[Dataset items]
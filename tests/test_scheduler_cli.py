"""The model subcommands for schedulers, run in subprocesses on real DuckDB files: specs, --json, exit codes.

Data: the invented courier scenario of dbfit.interfaces.demo. Exit codes as documented: 0 success, 2 bad usage,
3 a gate refused promotion, 4 data or database error.
"""

from __future__ import annotations

import json
import os
import shutil
import subprocess
import sys
from pathlib import Path

import duckdb
import pytest

import dbfit
from dbfit.interfaces.demo import FORMULA, build_deliveries

ROOT = Path(__file__).resolve().parents[1]
COMMANDS = ("fit", "refit", "models", "gates", "promote", "decisions", "publish", "assess", "drift", "report")


def run(*args: str, cwd: Path | None = None) -> subprocess.CompletedProcess:
    environment = {**os.environ, "PYTHONPATH": str(ROOT)}
    return subprocess.run(
        [sys.executable, "-m", "dbfit", *map(str, args)],
        capture_output=True,
        text=True,
        timeout=600,
        env=environment,
        cwd=cwd,
    )


def one_object(done: subprocess.CompletedProcess) -> dict:
    return json.loads(done.stdout)  # exactly one JSON object, nothing else on stdout


@pytest.fixture
def database(tmp_path) -> Path:
    path = tmp_path / "courier.duckdb"
    con = duckdb.connect(str(path))
    build_deliveries(con, 30_000, "all_deliveries")
    con.execute(
        "CREATE TABLE deliveries AS SELECT * FROM all_deliveries WHERE delivery_id < 15000"
    ).fetchall()
    con.close()
    return path


def _spec(tmp_path: Path, database: Path, kind: str) -> Path:
    if kind == "toml":
        text = (
            f'database = "{database}"\nname = "late"\nformula = "{FORMULA}"\nsource = "deliveries"\n'
            'holdout_key = "delivery_id"\nholdout_share = 0.25\n\n[reference]\ndepot = "North"\ntier = "standard"\n'
            "\n[gates]\nmax_shift = 6.0\n"
        )
        path = tmp_path / "late.toml"
    else:
        text = json.dumps(
            {
                "database": str(database),
                "name": "late",
                "formula": FORMULA,
                "source": "deliveries",
                "holdout_key": "delivery_id",
                "holdout_share": 0.25,
                "reference": {"depot": "North", "tier": "standard"},
                "gates": {"max_shift": 6.0},
            }
        )
        path = tmp_path / "late.json"
    path.write_text(text)
    return path


def _live_scores(database: Path) -> list[tuple]:
    con = duckdb.connect(str(database), read_only=True)
    try:
        return con.execute(
            "SELECT delivery_id, probability FROM late_live WHERE delivery_id < 15000 ORDER BY delivery_id"
        ).fetchall()
    finally:
        con.close()


@pytest.mark.parametrize("kind", ["toml", "json"])
def test_fit_from_a_spec_file_then_refit_on_appended_rows_warm_started(tmp_path, database, kind):
    done = run("fit", "--spec", _spec(tmp_path, database, kind), "--json")
    assert done.returncode == 0, done.stderr
    fitted = one_object(done)
    assert fitted["ok"] and fitted["version"] == 1 and fitted["holdout"]["auc"] > 0.6
    gates = one_object(run("gates", "late", "--database", database, "--json"))
    assert gates["gates"]["max_shift"] == 6.0
    con = duckdb.connect(str(database))
    con.execute("INSERT INTO deliveries SELECT * FROM all_deliveries WHERE delivery_id >= 15000").fetchall()
    con.close()
    done = run("refit", "late", "--database", database, "--json")
    assert done.returncode == 0, done.stderr
    refit = one_object(done)
    assert refit["decision"] == "promoted" and refit["candidate_version"] == 2
    cold = run("refit", "late", "--database", database, "--cold", "--json")
    assert cold.returncode == 0, cold.stderr
    assert refit["figures"]["iterations"] < one_object(cold)["figures"]["iterations"]  # counted Newton passes
    listed = one_object(run("models", "--database", database, "--json"))["versions"]
    assert [(v["version"], v["current"]) for v in listed] == [(1, False), (2, False), (3, True)]


def test_gate_refusal_exits_3_and_leaves_the_live_view_untouched(tmp_path, database):
    assert run("fit", "--spec", _spec(tmp_path, database, "toml")).returncode == 0
    done = run(
        "publish",
        "late",
        "--database",
        database,
        "--view",
        "late_live",
        "--live",
        "--source",
        "deliveries",
        "--json",
    )
    assert done.returncode == 0 and one_object(done)["mode"] == "live"
    before = _live_scores(database)
    con = duckdb.connect(str(database))
    con.execute(
        "INSERT INTO deliveries SELECT * REPLACE (NOT late AS late) FROM all_deliveries "
        "WHERE delivery_id >= 15000"
    ).fetchall()
    con.close()
    done = run("refit", "late", "--database", database, "--json")
    assert done.returncode == 3, done.stderr
    result = one_object(done)
    assert result["decision"] == "refused" and not result["ok"] and result["exit_code"] == 3
    assert "refused" in done.stderr and "moved" in done.stderr
    assert _live_scores(database) == before
    con = duckdb.connect(str(database), read_only=True)
    audit = con.execute(
        "SELECT model, candidate_version, current_version, decision, reason, figures "
        "FROM dbfit_store.decisions"
    ).fetchall()
    current = con.execute("SELECT version FROM dbfit_store.current_versions WHERE model = 'late'").fetchall()
    con.close()
    assert audit[-1][:4] == ("late", 2, 1, "refused") and "moved" in audit[-1][4]
    assert json.loads(audit[-1][5])["largest_shift"] > 6.0 and current == [(1,)]
    text = run("refit", "late", "--database", database)
    assert text.returncode == 3 and "decision: refused" in text.stdout
    by_hand = run("promote", "late", "2", "--database", database, "--json")
    assert (
        by_hand.returncode == 3
        and one_object(by_hand)["decision"] == "refused"
        and "not promoted" in by_hand.stderr
    )
    assert _live_scores(database) == before
    audit = one_object(run("decisions", "late", "--database", database, "--json"))["decisions"]
    assert [a["decision"] for a in audit] == ["refused", "refused", "refused"]


def test_skip_unchanged_and_assess_drift_commands(tmp_path, database):
    assert (
        run(
            "fit",
            "--database",
            database,
            "--name",
            "late",
            "--formula",
            FORMULA,
            "--source",
            "deliveries",
            "--reference",
            "depot=North",
        ).returncode
        == 0
    )
    skipped = run("refit", "late", "--database", database, "--skip-unchanged", "--json")
    assert skipped.returncode == 0 and one_object(skipped)["decision"] == "skipped"
    metrics = one_object(run("assess", "late", "--database", database, "--json"))["metrics"]
    assert {m["metric"] for m in metrics} >= {"auc", "log_loss"}
    shifted = "SELECT * REPLACE (parcel_kg * 3 AS parcel_kg) FROM all_deliveries"
    drift = one_object(run("drift", "late", "--database", database, "--source", shifted, "--json"))
    psi = {v["variable"]: v for v in drift["variables"]}
    assert psi["parcel_kg"]["reading"] == "large shift" and psi["depot"]["reading"] == "stable"
    assert "common practice" in drift["bands"]


def test_exit_codes_for_bad_usage_and_data_errors(database):
    assert run("refit").returncode == 2  # argparse: the model name is missing
    missing = run("fit", "--database", database, "--name", "late")
    assert missing.returncode == 2 and "--formula" in missing.stderr
    unknown = run("refit", "nothing", "--database", database, "--json")
    assert unknown.returncode == 4 and "not in the store" in unknown.stderr
    assert one_object(unknown)["ok"] is False
    bad = run(
        "fit", "--database", database, "--name", "late", "--formula", "late ~ nope", "--source", "deliveries"
    )
    assert bad.returncode == 4 and "nope" in bad.stderr and bad.stdout == ""
    shift = run("gates", "nothing", "--database", database, "--max-shift", "many")
    assert shift.returncode == 2


def test_every_model_command_has_help_with_the_exit_codes():
    for command in COMMANDS:
        done = run(command, "--help")
        assert done.returncode == 0 and "exit codes" in done.stdout and "3  a promotion gate" in done.stdout


def test_report_writes_html_when_the_report_module_is_present(tmp_path, database):
    pytest.importorskip("dbfit.assessment.report")
    assert (
        run(
            "fit", "--database", database, "--name", "late", "--formula", FORMULA, "--source", "deliveries"
        ).returncode
        == 0
    )
    out = tmp_path / "late.html"
    done = run("report", "late", "--database", database, "--output", out, "--source", "deliveries")
    assert done.returncode == 0, done.stderr
    assert one_object(run("models", "--database", database, "--json"))["ok"]
    assert "<html" in out.read_text().lower() and "distance_km" in out.read_text()


@pytest.mark.skipif(shutil.which("make") is None, reason="make is not installed")
def test_makefile_nightly_target_refits_and_fails_loudly(tmp_path, database):
    con = dbfit.connect(str(database))
    dbfit.fit(
        con, FORMULA, "deliveries", name="late", split=dbfit.Holdout("delivery_id", 0.25), progress=False
    )
    con.close()
    settings = [f"DATABASE={database}", "MODEL=late", "VIEW=late_scores", f"PYTHON={sys.executable}"]
    done = subprocess.run(
        ["make", "-s", "-C", str(ROOT), "nightly", *settings],
        capture_output=True,
        text=True,
        timeout=600,
        env={**os.environ, "PYTHONPATH": str(ROOT)},
    )
    assert done.returncode == 0, done.stderr
    con = duckdb.connect(str(database))
    assert con.execute("SELECT count(*) FROM late_scores").fetchall() == [(15000,)]
    con.execute("INSERT INTO deliveries SELECT * REPLACE (NOT late AS late) FROM all_deliveries").fetchall()
    con.close()
    done = subprocess.run(
        ["make", "-s", "-C", str(ROOT), "nightly", *settings],
        capture_output=True,
        text=True,
        timeout=600,
        env={**os.environ, "PYTHONPATH": str(ROOT)},
    )
    assert done.returncode != 0 and "refused" in done.stderr


def test_two_refits_started_at_once_leave_one_promotion_and_one_clear_error(database):
    con = dbfit.connect(str(database))
    dbfit.fit(
        con, FORMULA, "deliveries", name="late", split=dbfit.Holdout("delivery_id", 0.25), progress=False
    )
    con.execute("INSERT INTO deliveries SELECT * FROM all_deliveries WHERE delivery_id >= 15000").fetchall()
    con.close()
    environment = {**os.environ, "PYTHONPATH": str(ROOT)}
    started = [
        subprocess.Popen(
            [sys.executable, "-m", "dbfit", "refit", "late", "--database", str(database)],
            stdout=subprocess.PIPE,
            stderr=subprocess.PIPE,
            text=True,
            env=environment,
        )
        for _ in range(2)
    ]
    finished = [(p.wait(timeout=600), p.stderr.read()) for p in started]
    assert sorted(code for code, _ in finished) == [0, 4], finished
    assert "locked" in next(err for code, err in finished if code == 4)
    con = duckdb.connect(str(database), read_only=True)
    assert con.execute("SELECT version FROM dbfit_store.versions ORDER BY version").fetchall() == [(1,), (2,)]
    assert con.execute("SELECT version FROM dbfit_store.current_versions").fetchall() == [(2,)]
    assert con.execute("SELECT decision FROM dbfit_store.decisions").fetchall() == [("promoted",)]
    con.close()


def test_fit_by_segment_stores_one_model_per_segment_and_refits_each(database):
    done = run(
        "fit",
        "--database",
        database,
        "--name",
        "late",
        "--formula",
        "late ~ distance_km + rain",
        "--source",
        "deliveries",
        "--by",
        "depot",
        "--json",
    )
    assert done.returncode == 0, done.stderr
    result = one_object(done)
    con = duckdb.connect(str(database), read_only=True)
    depots = [r[0] for r in con.execute("SELECT DISTINCT depot FROM deliveries ORDER BY 1").fetchall()]
    counts = dict(con.execute("SELECT depot, count(*) FROM deliveries GROUP BY 1").fetchall())
    con.close()
    assert [m["segment"] for m in result["models"]] == depots and result["failures"] == {}
    assert all(m["model"] == f"late.{m['segment']}" and m["version"] == 1 for m in result["models"])
    assert all(m["rows_used"] == counts[m["segment"]] for m in result["models"])
    refit = one_object(
        run("refit", f"late.{depots[0]}", "--database", database, "--skip-unchanged", "--json")
    )
    assert refit["decision"] == "skipped" and refit["source_rows"] == counts[depots[0]]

### What is expected
Given the records above, restate word for word only the lines starting at the one with "Data: the invented" and ending at the one with "ROOT = Path(__file__).resolve().parents[1]".

### Your response
Data: the invented courier scenario of dbfit.interfaces.demo. Exit codes as documented: 0 success, 2 bad usage,
3 a gate refused promotion, 4 data or database error.
"""

from __future__ import annotations

import json
import os
import shutil
import subprocess
import sys
from pathlib import Path

import duckdb
import pytest

import dbfit
from dbfit.interfaces.demo import FORMULA, build_deliveries

ROOT = Path(__file__).resolve().parents[1]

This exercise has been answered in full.